All of this changed in New Bern North Carolina where we chose to spend Friday night at a B&B before checking into our condo the next day.  New Bern (founded in 1710 by Swiss immigrants and named accordingly) was the state’s first capitol city (Tryon Palace Historical Site); the place where Pepsi Cola was invented (by Caleb Bradham in his pharmacy); was captured and occupied by Union forces until the end of the Civil War in 1865 (and thus left in tact unlike e.g.
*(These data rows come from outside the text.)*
//! The whole analysis of one correlation map: every estimator in the
//! window of the one window rule, the window systematic error of each, the
//! verdict, the local-exponent picture, the diagnosis, one serialisable
//! report and a readable text table. This is what `spreadscope analyze`
//! prints and what the fits route's `analysis` method returns.
//!
//! Owns the order in which estimators run, the standing of each (applies,
//! does not apply, saturated, at a bound, poor fit) and the assembly of the
//! report. Must not know files, command lines or JSON encoders: values in,
//! an [`AnalysisReport`] out (serde-serialisable by the caller).
//!
//! # Windows
//! - **Scaling window** (tail, width, collapse, profile, second moment): the
//!   one window rule of `windows` (ends before noise, saturation at the
//!   plateau 1/N and the chain's ends; late half of the usable log-time
//!   range). The user's `t_min` / `t_max` / `x_max` replace either end.
//! - **Lattice-walk window**: everything within the user's bounds (no
//!   late-time cut): the walk model holds at all times and sees the edges.
//!   It runs when the chain length is given, or when the chain is inferred
//!   from the map and the window rule ended at saturation or at the ends.
//! - **Short-time window**: the early times while C(0,t) ≥ 0.7 (see
//!   `short_time_check`).
//! - **Sum rule**: all offsets of the map at the times of the scaling
//!   window.
//!
//! # Two errors
//! Every z (and D) carries a statistical error — the bootstrap's when it
//! ran, otherwise the fit's covariance; multiplied by √(χ²/dof) (the
//! collapse: √S_min) when that exceeds 1 — and a window error: the
//! root-mean-square deviation of the same estimator, run without
//! bootstrap, over the window family of `windows` (t_min × 1.5, t_min ÷ 1.5,
//! t_max ÷ 1.5, x_max × 3/4). The lattice-walk fit's family drops the
//! times before 1.5 × its first time, or after its last time ÷ 1.5.
//!
//! # Cost
//! One run of every estimator with bootstrap, plus (family members) × one
//! run without bootstrap, plus the z-versus-window-start scan (at most
//! [`SCAN_STARTS`] tail fits and collapses without bootstrap). Family and
//! scan run in parallel (rayon); each estimator is near linear in the
//! number of points, so the whole is linear in points × (resamples +
//! family + scan).

use std::sync::atomic::{AtomicBool, AtomicUsize, Ordering};

use rayon::prelude::*;

use crate::CorrelationMap;
use crate::SumRulePoint;
use crate::fit::collapse::{CollapseError, CollapseOptions, CollapseQuality, CollapseReport};
use crate::fit::diagnosis::{
    self, Edges, SUM_RULE_TOLERANCE, Warning, ZEstimate, estimator_failed, poor_fit,
};
use crate::fit::lattice_walk_fit::{
    LatticeWalkFitOptions, LatticeWalkFitReport, SourceAverage, fit_lattice_walk, walk_window_start,
};
use crate::fit::profile::{
    ProfileComparison, ProfileModel, ProfileOptions, ProfileReport, compare_profiles, fit_profile,
};
use crate::fit::short_time_check::{ShortTimeOptions, ShortTimeReport, check_short_time};
use crate::fit::tail::{
    LocalExponent, TailReport, TimeWindow, fit_power_law, fit_tail, local_exponent,
};
use crate::fit::verdict::{
    DConvention, EstimatorLine, Evidence, Measured, POOR_FIT_ABOVE, Standing, Verdict, decide,
};
use crate::fit::width::{WidthOptions, WidthReport, fit_width};
use crate::fit::windows::{
    self, Bounds, Chain, ChainBasis, DEFAULT_BOOTSTRAP, FamilyMember, WindowChoice, WindowEnd,
};
use crate::model::lattice_walk::InfiniteLatticeWalk;
use crate::numerics::optimize::Termination;

mod diagnose;
mod lines;
mod report;

pub use report::*;

use diagnose::{DiagnosisInputs, diagnose};
use lines::{LineInputs, lines, walk_options};

/// The conventions every output states.
pub const CONVENTIONS: &str = "C(x,t) = 2^-N Tr[σ^z_{j+x}(t) σ^z_j(0)] (infinite temperature); \
H = Σ_{i<j} J_ij (σ^+_i σ^-_j + h.c. + (Δ/2) σ^z_i σ^z_j), ħ = 1; scaling form \
Σ_x C(x,t) e^{ikx} ≈ exp(−D|k|^z t), D in sites^z per time unit; lattice walk \
γ_ij = γ0 |i−j|^{−2α}, z = min(2α − 1, 2)";

/// Most window starts of the z-versus-window-start scan.
pub const SCAN_STARTS: usize = 8;

/// Progress of an analysis: `progress(fraction, stage)` after every step;
/// returning `false` asks the analysis to stop.
pub type Progress<'a> = &'a (dyn Fn(f64, &str) -> bool + Sync);

/// Counts finished steps and remembers a refusal to go on.
struct Steps<'a> {
    total: usize,
    done: AtomicUsize,
    stopped: AtomicBool,
    report: Progress<'a>,
}

impl Steps<'_> {
    fn step(&self, stage: &str) {
        let done = self.done.fetch_add(1, Ordering::SeqCst) + 1;
        let fraction = (done as f64 / self.total as f64).min(1.0);
        if !(self.report)(fraction, stage) {
            self.stopped.store(true, Ordering::SeqCst);
        }
    }

    /// A progress closure for one estimator's inner loop (bootstrap
    /// replicates): it only asks whether to go on.
    fn go_on(&self) -> bool {
        !self.stopped.load(Ordering::SeqCst) && (self.report)(self.fraction(), "bootstrap")
    }

    fn fraction(&self) -> f64 {
        (self.done.load(Ordering::SeqCst) as f64 / self.total as f64).min(1.0)
    }

    fn check(&self) -> Result<(), AnalysisError> {
        if self.stopped.load(Ordering::SeqCst) {
            Err(AnalysisError::Cancelled)
        } else {
            Ok(())
        }
    }
}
Atlanta); and now thanks the new retirement demographic is a small southern town with a northern accent (many belonging to “half-backs” who initially moved to Florida from the northeast and then 50% of the way back up the coast.)
       
After a king-size sleep (the first B), a gourmet omelet (the second) and a brief stroll through the down town area where a blessing of the animals coincidentally was happening we headed off to the beach.
       
One reason that we like the “off-season” at Emerald Isle is that it really is an “off season”.  Beaches are largely empty.  Golf courses are largely empty.  Stores and restaurants are largely empty.  Even the Columbus Day weekend with abnormally warm temperatures was largely empty.
     
We visited the Aquarium on the island and on its walking trail met a transplanted couple from New Jersey who told us that the brown, apparently lifeless plant clinging to an overhead pine was in fact a “Resurrection Fern” which would rise from the dead with lush green leaves when moist conditions returned.  They also showed us the “red patch bark lichen” (a phrase worthy of Zippy the Pinhead) that covered many of the tree trunks around us.
     
Each morning Mars and I walked the 1/4 mile to the newspaper machine to get our daily “News & Observer” – “It ain’t much but it’s the best that we got”, said the guy in front of us in line.  On our trek we were serenaded by the sounds of cardinals, robins, and other songbirds – none of which we ever saw.  Then we figured it out.

Sweet trill of nature
was nothing but Mockingbirds
messing with our heads.
       
We never did however ascertain the source of the sweet floral aromas that engulfed us every time we passed through the (to our northern eyes) non-fragrant landscape.  It definitely was not the prickly pear cactus – a New Mexican high desert favorite of ours that, for whatever reason, flourishes in the drippingly humid atmosphere of North Carolina.
      
I have to mention golf – for two reasons.  (1) Strangely we played better than normal (birdies, pars) on a course much more difficult (water, sand, distance) than the one we normally frequent – an ill-maintained public course in the middle of a heavily used urban public park (raucous picnics, dogs on the fairways, people fishing at the water hazards).  (2) Because of the proximity of the U.S. Marine Corps Camp Lejeune to our vacation golf course there is the frequent sound of gunfire in the background.  This did not bother us at all because of our training on our home course.
        
That’s about it.  Thanks for reading this.  No seriously, I’m a northern guy.  I really mean it - thank youuuuuuuuuu!